Not exactly. I mean it's even more simple to apply Pascal's Triangle to calculate the Fibonacci numbers: you don't have to adjust the pascal's triangle at all. Just look at Wikipedia. They show that

$F_{n}=\sum\limits_{k=0}^{\left\lfloor \frac{n-1}{2} \right\rfloor }{\left( \begin{matrix}n-k-1 \\k \\\end{matrix} \right)}$

and they show this image which represents that:

**IanTheCuber** · 07-29-2012

I just wanted to make it more "in depth"

**Ranzha V. Emodrach** · 08-06-2012

I got some errors that look like this:
Warning: touch() [function.touch]: Utime failed: Permission denied in [path]/includes/class.latex-vb.php on line 167

Warning: touch() [function.touch]: Utime failed: Permission denied in [path]/includes/class.latex-vb.php on line 167

Warning: touch() [function.touch]: Utime failed: Permission denied in [path]/includes/class.latex-vb.php on line 167

Anyways, that's not the problem I have for you guise.

Backstory: So there's this game my friend Shiaohan showed me in middle school involving a shuffled deck of cards. It was a pretty stupid game, looking back, but the gameplay was simple--draw the top card off the deck, turn it over on the table, and say "Ace."
If the card is an Ace, you get zero points, your game is over, and you must shuffle the cards and start over from zero points.
If the card isn't an Ace, you get one point, and you repeat the process of drawing cards, each successive time proclaiming the next value ("Two", "Three",... "King", and wrap around to "Ace" again), racking up as many points as you can before you have to start over.
The goal is to get 52 points, aka going through the entire deck without fail.
It quickly occurred to me that you can troll this game by having a sorted deck of cards and then placing one card from the top to the bottom. In this way, the result obviously comes out to 52 points, even if the deck wasn't completely shuffled.
Problem: What is the probability of playing this game and receiving a result of 52 points?

**ben1996123** · 08-06-2012

Originally Posted by Ranzha V. Emodrach

I got some errors that look like this:
Warning: touch() [function.touch]: Utime failed: Permission denied in [path]/includes/class.latex-vb.php on line 167

Warning: touch() [function.touch]: Utime failed: Permission denied in [path]/includes/class.latex-vb.php on line 167

Warning: touch() [function.touch]: Utime failed: Permission denied in [path]/includes/class.latex-vb.php on line 167

Anyways, that's not the problem I have for you guise.

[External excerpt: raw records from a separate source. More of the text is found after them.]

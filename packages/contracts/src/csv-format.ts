import { canonicalColumns, type ColumnMapping, type Delimiter, type UploadKind } from './uploads.ts';

/**
 * Pure helpers that read the shape of an uploaded CSV file: BOM, delimiter, decimal comma and which
 * file header holds which canonical column. Shared by the API (preview), the worker and the web app.
 */

const BOM = '\uFEFF';

export function stripBom(text: string): { text: string; bom: boolean } {
  return text.startsWith(BOM) ? { text: text.slice(1), bom: true } : { text, bom: false };
}

/** The first line of the text (without its line break), skipping nothing else. */
export function firstLine(text: string): string {
  const end = text.search(/\r\n|\n|\r/);
  return end === -1 ? text : text.slice(0, end);
}

/**
 * The delimiter of a header line: the candidate (comma, semicolon, tab) that occurs most often outside
 * double quotes. Ties and a line without any candidate give a comma.
 */
export function detectDelimiter(headerLine: string): Delimiter {
  const counts: Record<Delimiter, number> = { ',': 0, ';': 0, '\t': 0 };
  let quoted = false;
  for (const ch of headerLine) {
    if (ch === '"') quoted = !quoted;
    else if (!quoted && (ch === ',' || ch === ';' || ch === '\t')) counts[ch] += 1;
  }
  let best: Delimiter = ',';
  for (const candidate of [';', '\t'] as const) {
    if (counts[candidate] > counts[best]) best = candidate;
  }
  return best;
}

/** Decimal commas are read only in semicolon files (in a comma file "5,4" would be two cells). */
export const allowsDecimalComma = (delimiter: Delimiter): boolean => delimiter === ';';

const DECIMAL_COMMA_NUMBER = /^[+-]?\d+,\d+$/;

/** True when some cell of the sample rows is a number written with a decimal comma (semicolon files only). */
export function detectDecimalComma(delimiter: Delimiter, rows: readonly (readonly string[])[]): boolean {
  if (!allowsDecimalComma(delimiter)) return false;
  return rows.some((row) => row.some((cell) => DECIMAL_COMMA_NUMBER.test(cell.trim())));
}

/** Header text reduced to lower-case letters and digits, so "Control Lot", "control_lot" and "CONTROL-LOT" match. */
export const normalizeHeader = (header: string): string => header.toLowerCase().replace(/[^a-z0-9]/g, '');

/** Other header names a lab's system commonly writes for each canonical column (normalized). */
const headerSynonyms: Record<string, readonly string[]> = {
  period: ['period', 'month', 'yearmonth', 'qcperiod'],
  procedure: ['procedure', 'procedurecode', 'test', 'testcode', 'assay', 'method'],
  control_lot: ['controllot', 'lot', 'lotnumber', 'lotno', 'qclot', 'controllotnumber'],
  level: ['level', 'controllevel', 'qclevel', 'lvl'],
  n: ['n', 'count', 'nvalues', 'numberofvalues', 'numvalues'],
  mean: ['mean', 'average', 'avg', 'xbar'],
  sd: ['sd', 'stdev', 'stddev', 'standarddeviation', 's'],
  unit: ['unit', 'units', 'ucum', 'ucumunit'],
  measured_at: ['measuredat', 'measured', 'timestamp', 'datetime', 'date', 'time', 'resulttime'],
  value: ['value', 'result', 'qcvalue', 'measurement'],
  run: ['run', 'runid', 'batch', 'batchid'],
  comment: ['comment', 'comments', 'note', 'notes', 'remark', 'remarks'],
};

export type MappingSuggestion = {
  mapping: Record<string, string | null>;
  source: 'saved' | 'detected';
  missing: string[];
};

/**
 * Which header to read each canonical column from: the lab's saved mapping when every header it names
 * is in this file, otherwise matching header names (exact canonical name first, then common synonyms).
 */
export function suggestMapping(
  kind: UploadKind,
  headers: readonly string[],
  saved?: ColumnMapping | null,
): MappingSuggestion {
  const columns = canonicalColumns[kind];
  const present = new Set(headers);
  if (saved && Object.keys(saved).length > 0 && Object.values(saved).every((h) => present.has(h))) {
    const mapping: Record<string, string | null> = {};
    for (const column of columns) mapping[column.name] = saved[column.name] ?? null;
    const filled = fillFromHeaders(kind, headers, mapping);
    return { mapping: filled, source: 'saved', missing: missingRequired(kind, filled) };
  }
  const mapping = fillFromHeaders(kind, headers, Object.fromEntries(columns.map((c) => [c.name, null])));
  return { mapping, source: 'detected', missing: missingRequired(kind, mapping) };
}

function fillFromHeaders(
  kind: UploadKind,
  headers: readonly string[],
  start: Record<string, string | null>,
): Record<string, string | null> {
  const mapping = { ...start };
  const taken = new Set(Object.values(mapping).filter((h): h is string => h !== null));
  const byNormalized = new Map<string, string>();
  for (const header of headers) {
    const key = normalizeHeader(header);
    if (!byNormalized.has(key)) byNormalized.set(key, header);
  }
  // Exact canonical names win over synonyms, so a file with both "method" and "procedure" maps "procedure".
  for (const pass of ['exact', 'synonym'] as const) {
    for (const column of canonicalColumns[kind]) {
      if (mapping[column.name]) continue;
      const candidates =
        pass === 'exact' ? [normalizeHeader(column.name)] : (headerSynonyms[column.name] ?? []);
      for (const candidate of candidates) {
        const header = byNormalized.get(candidate);
        if (header && !taken.has(header)) {
          mapping[column.name] = header;
          taken.add(header);
          break;
        }
      }
    }
  }
  return mapping;
}

function missingRequired(kind: UploadKind, mapping: Record<string, string | null>): string[] {
  return canonicalColumns[kind].filter((c) => c.required && !mapping[c.name]).map((c) => c.name);
}

/**
 * Splits the start of a CSV text into rows of cells (RFC 4180 quoting: fields in double quotes may hold
 * delimiters and line breaks, "" is a quote). Reads at most `maxRows` rows; a last row cut off by the end
 * of a partial text (`complete: false`) is dropped. Blank lines are skipped. Meant for previews of the
 * first lines, not for whole files.
 */
export function parseCsvStart(
  text: string,
  delimiter: Delimiter,
  options: { maxRows: number; complete: boolean },
): string[][] {
  const rows: string[][] = [];
  let row: string[] = [];
  let cell = '';
  let quoted = false;
  let i = 0;
  const endRow = () => {
    row.push(cell);
    if (!(row.length === 1 && row[0].trim() === '')) rows.push(row);
    row = [];
    cell = '';
  };
  while (i < text.length && rows.length < options.maxRows) {
    const ch = text[i];
    if (quoted) {
      if (ch === '"' && text[i + 1] === '"') {
        cell += '"';
        i += 2;
        continue;
      }
      if (ch === '"') quoted = false;
      else cell += ch;
      i += 1;
      continue;
    }
    if (ch === '"' && cell.trim() === '') {
      quoted = true;
      cell = '';
    } else if (ch === delimiter) {
      row.push(cell);
      cell = '';
    } else if (ch === '\r' || ch === '\n') {
      if (ch === '\r' && text[i + 1] === '\n') i += 1;
      endRow();
    } else {
      cell += ch;
    }
    i += 1;
  }
  // The text ended inside a row: keep it only when the text is the whole file.
  if (rows.length < options.maxRows && (cell !== '' || row.length > 0) && options.complete && !quoted)
    endRow();
  return rows;
}

// ---------- writing ----------

/** A value of a CSV cell: text, a number, a yes/no, or nothing (an empty cell). */
export type CsvValue = string | number | boolean | null | undefined;

/** A whole cell that is a plain decimal number ("-1.5", "+2", "3.2e-5"): a spreadsheet reads it as a number. */
const PLAIN_NUMBER = /^[+-]?(?:\d+(?:\.\d*)?|\.\d+)(?:[eE][+-]?\d+)?$/;

/**
 * Characters that make a spreadsheet read the start of a cell as a formula (OWASP, "CSV Injection":
 * equals, plus, minus, at sign, tab, carriage return).
 */
const FORMULA_START = /^[=+\-@\t\r]/;

/**
 * One CSV cell, for every CSV the API and the web app write.
 *
 * - Formula injection: text that begins with `=`, `+`, `-`, `@`, a tab or a carriage return gets a
 *   leading apostrophe, so a spreadsheet shows it as text instead of running it (OWASP CSV Injection
 *   guidance: prepend a single quote). A cell that is a plain decimal number as a whole (a `number`, or
 *   text such as "-1.5") is written as it is: a spreadsheet reads it as a number, and a number cannot
 *   call a function or refer to another cell, so negative figures stay figures.
 * - A true minus sign (U+2212) in front of a number becomes "-", so formatted figures stay numbers.
 * - Quoting as RFC 4180 §2 asks: a cell holding a comma, a double quote, CR or LF is put in double
 *   quotes, and a double quote inside it is doubled.
 */
export function csvCell(value: CsvValue): string {
  if (value === null || value === undefined) return '';
  let text = typeof value === 'boolean' ? (value ? 'yes' : 'no') : String(value);
  if (text.startsWith('\u2212') && PLAIN_NUMBER.test(`-${text.slice(1)}`)) text = `-${text.slice(1)}`;
  if (typeof value === 'string' && FORMULA_START.test(text) && !PLAIN_NUMBER.test(text)) text = `'${text}`;
  return /[",\r\n]/.test(text) ? `"${text.replaceAll('"', '""')}"` : text;
}

/** A CSV text: the header line and the rows, comma-separated, every line ending in CRLF (RFC 4180 §2). */
export function toCsv(header: readonly string[], rows: readonly (readonly CsvValue[])[]): string {
  return `${[header, ...rows].map((row) => row.map(csvCell).join(',')).join('\r\n')}\r\n`;
}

Backstory: So there's this game my friend Shiaohan showed me in middle school involving a shuffled deck of cards. It was a pretty stupid game, looking back, but the gameplay was simple--draw the top card off the deck, turn it over on the table, and say "Ace."
If the card is an Ace, you get zero points, your game is over, and you must shuffle the cards and start over from zero points.
If the card isn't an Ace, you get one point, and you repeat the process of drawing cards, each successive time proclaiming the next value ("Two", "Three",... "King", and wrap around to "Ace" again), racking up as many points as you can before you have to start over.
The goal is to get 52 points, aka going through the entire deck without fail.
It quickly occurred to me that you can troll this game by having a sorted deck of cards and then placing one card from the top to the bottom. In this way, the result obviously comes out to 52 points, even if the deck wasn't completely shuffled.
Problem: What is the probability of playing this game and receiving a result of 52 points?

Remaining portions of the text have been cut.